ACSPRI Conferences, RC33 Eighth International Conference on Social Science Methodology

Font Size:  Small  Medium  Large

Unbiased Regression Estimation for Multi-Linked Data in the Presence of Correlated Linkage Errors

Gunky Kim

Building: Law Building
Room: Breakout 6 - Law Building, Room 022
Date: 2012-07-11 01:30 PM – 03:00 PM
Last modified: 2011-12-19


Probabilistic data linkage is widely used when direct measurement is impossible or extremely costly. One important application is where different data sets relating to the same individuals at different points in time are 'multi-linked' to provide a synthetic longitudinal data record for each individual. However, even with a unique identifier, there exists the possibility that linkage errors in the merged data could lead to such a longitudinal record being actually made up of data items from different individuals.
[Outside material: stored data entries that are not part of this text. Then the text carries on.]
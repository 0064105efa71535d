"""Accuracy classes: the ranges of FGDC-STD-007.2, and classes that the office defines itself.

FGDC-STD-007.2-1998, Geospatial Positioning Accuracy Standards, part 2, table 2.1 (from memory, high): 1, 2, 5 millimetres,
1, 2, 5 centimetres, 1, 2, 5 decimetres, 1, 2, 5, 10 metres; a value is classed by the smallest range that holds its 95 %
figure, horizontal as a radius, vertical as a half-width, network and local accuracy each for itself.

Office classes, best first, in a TOML file:

    [[class]]
    name = "A1"                        # any text
    horizontal_datum_95_m = 0.020      # every line is optional, at least one is needed; what is not stated is not judged
    vertical_datum_95_m = 0.040
    horizontal_between_95_m = 0.015    # to the neighbours, the worst of them
    vertical_between_95_m = 0.030
    occupations = 2
    independence = "independent"       # or "partly independent": the best pair at least
    source = "Office instruction 4, 2027"
"""

from __future__ import annotations

import tomllib
from collections.abc import Sequence
from dataclasses import dataclass
from pathlib import Path
from typing import Any

from fieldbook.check.repeats import GRADES
from fieldbook.errors import UsageError
from fieldbook.settings.toml_lines import line_of
from fieldbook.settings.values import nearest

RANGES_M = (0.001, 0.002, 0.005, 0.01, 0.02, 0.05, 0.1, 0.2, 0.5, 1.0, 2.0, 5.0, 10.0)
NAMES = (
    "1 millimetre", "2 millimetre", "5 millimetre", "1 centimetre", "2 centimetre", "5 centimetre",
    "1 decimetre", "2 decimetre", "5 decimetre", "1 metre", "2 metre", "5 metre", "10 metre",
)  # fmt: skip
BEYOND = "over 10 metre"
LENGTHS = ("horizontal_datum_95_m", "vertical_datum_95_m", "horizontal_between_95_m", "vertical_between_95_m")
MAX_BYTES = 1 << 20


@dataclass(frozen=True)
class Figures:
    """What a mark is classed by. Metres at 95 %, None = not known: a class that asks for it is not met."""

    horizontal_datum_95_m: float | None
    vertical_datum_95_m: float | None
    horizontal_between_95_m: float | None
    vertical_between_95_m: float | None
    occupations: int
    independence: str | None


@dataclass(frozen=True)
class OfficeClass:
    """A class of the office; limits None = not judged."""

    name: str
    horizontal_datum_95_m: float | None = None
    vertical_datum_95_m: float | None = None
    horizontal_between_95_m: float | None = None
    vertical_between_95_m: float | None = None
    occupations: int | None = None
    independence: str | None = None
    source: str | None = None

    def unmet(self, figures: Figures) -> list[str]:
        """The lines a mark misses, one sentence each; empty if it is of this class."""
        found = []
        for key in LENGTHS:
            limit, have = getattr(self, key), getattr(figures, key)
            if limit is not None and (have is None or have > limit):
                said = "not known" if have is None else f"{1000 * have:.1f} mm"
                found.append(f"{key} {said}, at most {1000 * limit:g} mm")
        if self.occupations is not None and figures.occupations < self.occupations:
            found.append(f"occupations {figures.occupations}, at least {self.occupations}")
        if self.independence is not None:
            best = figures.independence
            if best is None or GRADES.index(best) > GRADES.index(self.independence):
                found.append(f"independence {best or 'of one occupation'}, wanted {self.independence}")
        return found


def fgdc_class(value_95_m: float | None) -> str | None:
    """The range that holds a 95 % figure; None for none."""
    if value_95_m is None:
        return None
    return next((name for limit, name in zip(RANGES_M, NAMES, strict=True) if value_95_m <= limit), BEYOND)


def office_class(classes: Sequence[OfficeClass], figures: Figures) -> str | None:
    """The first class whose lines are all met; None if none is."""
    return next((item.name for item in classes if not item.unmet(figures)), None)


def load_classes(path: Path) -> list[OfficeClass]:
    """Classes of a TOML file, best first.

    Raises:
        UsageError: no file, no TOML, or a key or value that is none, with its line.
    """
    if not path.is_file():
        raise UsageError(f"There is no file {path}.", "Name a TOML file with [[class]] tables.", code="missing")
    if path.stat().st_size > MAX_BYTES:
        raise UsageError(f"{path} is larger than 1 MB.", "A list of classes is shorter; is it the right file?")
    try:
        text = path.read_bytes().decode("utf-8")
        tree = tomllib.loads(text)
    except (UnicodeDecodeError, tomllib.TOMLDecodeError) as error:
        raise UsageError(f"{path} is no TOML: {error}.", "Correct it.", code="toml") from None
    tables = tree.get("class")
    if set(tree) != {"class"} or not isinstance(tables, list) or not all(isinstance(item, dict) for item in tables):
        raise UsageError(f"{path} holds something else than [[class]] tables.", "Write [[class]] with name and limits.")
    classes = [_class(item, path, text) for item in tables]
    names = [item.name for item in classes]
    if len(set(names)) < len(names):
        raise UsageError(f"{path} names a class twice.", "Each class needs a name of its own.")
    return classes


def _class(table: dict[str, Any], path: Path, text: str) -> OfficeClass:
    known = ("name", *LENGTHS, "occupations", "independence", "source")
    for key, value in table.items():
        if key not in known:
            place = line_of(text, "class", key)
            raise UsageError(
                f'{path}{"" if place is None else f", line {place}"}: a class has no key "{key}".{nearest(key, known)}',
                f"The keys are {', '.join(known)}.",
            )
        wrong = _wrong(key, value)
        if wrong:
            raise UsageError(f"{path}: class {table.get('name', '?')}: {key} {wrong}.", "Correct it.")
    if "name" not in table or len(table.keys() - {"name", "source"}) == 0:
        raise UsageError(f"{path}: a class needs a name and at least one limit.", "Add them.")
    values: dict[str, Any] = {key: float(value) if key in LENGTHS else value for key, value in table.items()}
    return OfficeClass(**values)


def _wrong(key: str, value: Any) -> str:
    if key in LENGTHS:
        good = isinstance(value, int | float) and not isinstance(value, bool) and 0 < value < 1000
        return "" if good else "needs metres above zero"
    if key == "occupations":
        return "" if isinstance(value, int) and not isinstance(value, bool) and 1 <= value < 1000 else "needs a count"
    if key == "independence":
        return "" if value in GRADES else f"takes one of {', '.join(GRADES)}"
    return "" if isinstance(value, str) and value.strip() else "needs a text"
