"""A book read for the register: its chain, its occupations reduced, its marks and certificates. The book is not changed."""

from __future__ import annotations

from dataclasses import dataclass
from decimal import Decimal
from pathlib import Path

from fieldbook import __version__
from fieldbook.book.store import Book
from fieldbook.clock import Clock
from fieldbook.errors import FieldbookError
from fieldbook.model.canonical import Tree, fixed
from fieldbook.model.entry import Entry
from fieldbook.occupy.reductions import reduce_book
from fieldbook.reduce.frames import versions
from fieldbook.reduce.occupation import Reduced

from .evidence import Evidence, evidence_of
from .store import as_kept

# An occupation that cannot be reduced for what was received stays so on every computer, and is entered as it is. For any other
# reason (a frame, grid, geoid model or operation that is not to be had here) the book is refused: the register would hold
# less than the book says.
IN_THE_DATA = frozenset(
    {"no_usable_fix", "no_position", "date_unknown", "no_height", "no_ellipsoidal_height", "slant_too_short"}
)


@dataclass(frozen=True)
class ReadBook:
    """What a book says. hashes: of all entries, 32 bytes each, in order. occupations: with the bytes that are kept."""

    id: str
    head_seq: int
    head_hash: str
    hashes: bytes
    versions: Tree
    occupations: tuple[tuple[Evidence, bytes, bytes], ...]  # evidence, its bytes, bytes of the whole reduction
    failed: tuple[Tree, ...]
    marks: Tree
    certificates: tuple[Tree, ...]


class Unreachable(FieldbookError):
    """Occupations of a book that cannot be reduced here, although what was received is sound."""


def head_of(path: Path, clock: Clock) -> tuple[str, int, str]:
    """(id, number of the last entry, its hash).

    Raises:
        BookError: it cannot be opened or read.
    """
    with Book.open(path, clock=clock) as book:
        state = book.state()
    return state.id, state.head_seq, state.head_hash


def read_book(path: Path, clock: Clock) -> ReadBook:
    """Everything the register keeps of a book.

    Raises:
        BookError: it cannot be opened or read.
        Unreachable: a frame, grid or geoid model cannot be reached from this computer.
    """
    with Book.open(path, clock=clock) as book:
        entries, state = book.entries(), book.state()
        reduced, failed = reduce_book(book)
    away = [item for item in failed if item.error.code not in IN_THE_DATA]
    if away:
        first = away[0].error
        named = ", ".join(str(item.occupation) for item in away)
        raise Unreachable(
            f"Occupation {named} cannot be reduced on this computer: {first.text}", first.remedy, code=first.code
        )
    occupations = []
    for item in reduced:
        occupation = state.occupations[item.reduction.occupation]
        evidence = evidence_of(item, occupation)
        occupations.append((evidence, as_kept(evidence.to_tree()), as_kept(_whole(item))))
    used = versions()
    return ReadBook(
        id=state.id,
        head_seq=entries[-1].seq,
        head_hash=entries[-1].hash,
        hashes=b"".join(bytes.fromhex(entry.hash) for entry in entries),
        versions={"fieldbook": __version__, "proj": used.proj, "epsg": used.epsg, "pyproj": used.pyproj},
        occupations=tuple(occupations),
        failed=tuple(
            {"mark": item.mark, "occupation": item.occupation, "code": item.error.code, "text": item.error.text}
            for item in failed
        ),
        marks={
            name: state.marks.get(name) or {"name": name}
            for name in dict.fromkeys([*state.marks, *(item.mark for item in state.occupations.values())])
        },
        certificates=tuple(_certificate(entry) for entry in state.documents if entry.kind == "certificate"),
    )


def _whole(item: Reduced) -> Tree:
    """R of `reduce --json`; the running mean is left out, which can be made again from the book alone."""
    return item.reduction.to_json()


def _certificate(entry: Entry) -> Tree:
    """What a register must know of a certificate to say whether it still matches."""
    body = entry.body
    position = body["facts"].get("position") or {}
    client = position.get("client")
    return {
        "number": body["number"],
        "mark": body["mark"],
        "occupation": body["occupation"],
        "occupations": body.get("occupations"),
        "digest": body["digest"],
        "supersedes": body.get("supersedes"),
        "issued_utc": body.get("issued_utc"),
        "reason": body.get("reason"),
        "sign_off": body["facts"].get("sign_off"),
        "signature": body.get("signature"),
        "seq": entry.seq,
        "hash": entry.hash,
        "client": None
        if not isinstance(client, dict)
        else {key: client.get(key) for key in ("frame", "epoch", "lat_deg", "lon_deg", "h_m")},
    }


def line_of(evidence: Evidence, evidence_sha: str, reduction_sha: str) -> Tree:
    """What the `added` entry says of one occupation: enough to tell marks apart without opening the evidence.

    Degrees to 1e-11 (a micrometre), metres to 1e-6: the exact figures are in the evidence.
    """
    place = evidence.place
    return {
        "occupation": evidence.occupation,
        "mark": evidence.mark,
        "evidence": evidence_sha,
        "reduction": reduction_sha,
        "open": evidence.open,
        "started": evidence.started,
        "ended": evidence.ended,
        "frame": None if place is None else place.frame,
        "epoch": None if place is None else epoch_text(place.epoch),
        "place": None if place is None else [fixed(place.lat_deg, 11), fixed(place.lon_deg, 11), fixed(place.h_m, 6)],
        "plan_u95_m": fixed(evidence.plan_u95_m, 6),
        "height_u95_m": fixed(evidence.height_u95_m, 6),
        "measured_u95_m": [fixed(value, 6) for value in evidence.measured_u95_m],
        "operation": list(evidence.operation),
        "received_sha256": evidence.received_sha256,
    }


def epoch_text(epoch: float | None) -> str | None:
    """A decimal year to 0.0001 (an hour), without trailing zeros beyond the first decimal."""
    if epoch is None:
        return None
    text = f"{Decimal(repr(epoch)):.4f}".rstrip("0")
    return text + "0" if text.endswith(".") else text
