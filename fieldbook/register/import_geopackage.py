"""A register again from a GeoPackage that was exported from one: the same entries, the same hashes, the same evidence.

Only the chain and its evidence are read. What somebody changed in the marks of the file is not taken over, because a coordinate
comes into the register from evidence only. A chain that does not hold, or evidence that is missing, makes no register.
"""

from __future__ import annotations

import uuid
from pathlib import Path

from fieldbook.book.begin import give_name
from fieldbook.errors import BookError, UsageError

from . import connect
from .audit import audit_register
from .export_geopackage import APPLICATION_ID
from .store import rebuilt

_ENTRIES = 'SELECT seq, utc, kind, body, "by", previous_hash, hash FROM register_entry ORDER BY seq'
_CONTENT = "SELECT sha256, bytes, codec, data FROM register_content ORDER BY id"


def import_geopackage(source: Path, out: Path) -> int:
    """Make `out` of `source`; returns the number of entries.

    Raises:
        UsageError: `out` exists, or there is no such file.
        BookError: no such GeoPackage, or what it holds is no register that holds.
    """
    if out.exists() or out.is_symlink():
        raise UsageError(f"{out} exists already.", "Choose another name; a register is never overwritten.")
    if not source.is_file():
        raise UsageError(f"There is no file {source}.", "Name a GeoPackage.", code="missing")
    connection = connect.open_reader(source)
    part = out.with_name(f".{out.name}.{uuid.uuid4().hex}.part")
    try:
        with connect.register_errors(source):
            if connection.execute("PRAGMA application_id").fetchone()[0] != APPLICATION_ID:
                raise _no_register(source, "it is no GeoPackage")
            names = {row[0] for row in connection.execute("SELECT name FROM sqlite_master WHERE type = 'table'")}
            if not {"register_entry", "register_content"} <= names:
                raise _no_register(source, "it holds no register")
            count = rebuilt(part, connection.execute(_ENTRIES), connection.execute(_CONTENT))
        wrong = [item.text for item in audit_register(part) if not item.holds]
        if wrong:
            raise _no_register(source, f"its register does not hold: {wrong[0]}")
        give_name(part, out)
    finally:
        connection.close()
        part.unlink(missing_ok=True)
    return count


def _no_register(source: Path, why: str) -> BookError:
    return BookError(
        f"No register can be made of {source}: {why}.",
        "Take a GeoPackage written by `fieldbook register export`, untouched.",
        code="no_register",
    )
For example, a recent Australian Bureau of Statistics evaluation of different methods for linking census data reported a best case linkage method with 87% correct linkage, with much lower correct linkage rates for more realistic linkage methods. These linkage errors will lead to bias and loss of efficiency in regression modelling using the merged data set. Kim and Chambers (2011) describe methods for correcting the bias due to linkage errors when multiple data sets are probabilistically multi-linked. However, these methods assume independent pairwise linkage errors. A more realistic scenario, however, is to allow dependent pairwise linkage errors, in the sense that it is more likely that if the records corresponding to two different individuals in data sets A and B are incorrectly linked, then it is quite likely that the records for the same two individuals in data sets A and C will also be incorrectly linked. In this paper we show how the bias due to correlated linkage errors in the resulting merged data set can be corrected. Our methods are based on the inference framework described in Chambers (2009), and we focus on the situation where the merged data set is obtained by linking three separate data sources via two possibly dependent linkage operations. These data sources could represent different registers for the same population at different points in time or they could correspond to where a survey sample is linked to two separate population registers, one contemporaneous with the survey and the other containing historical information.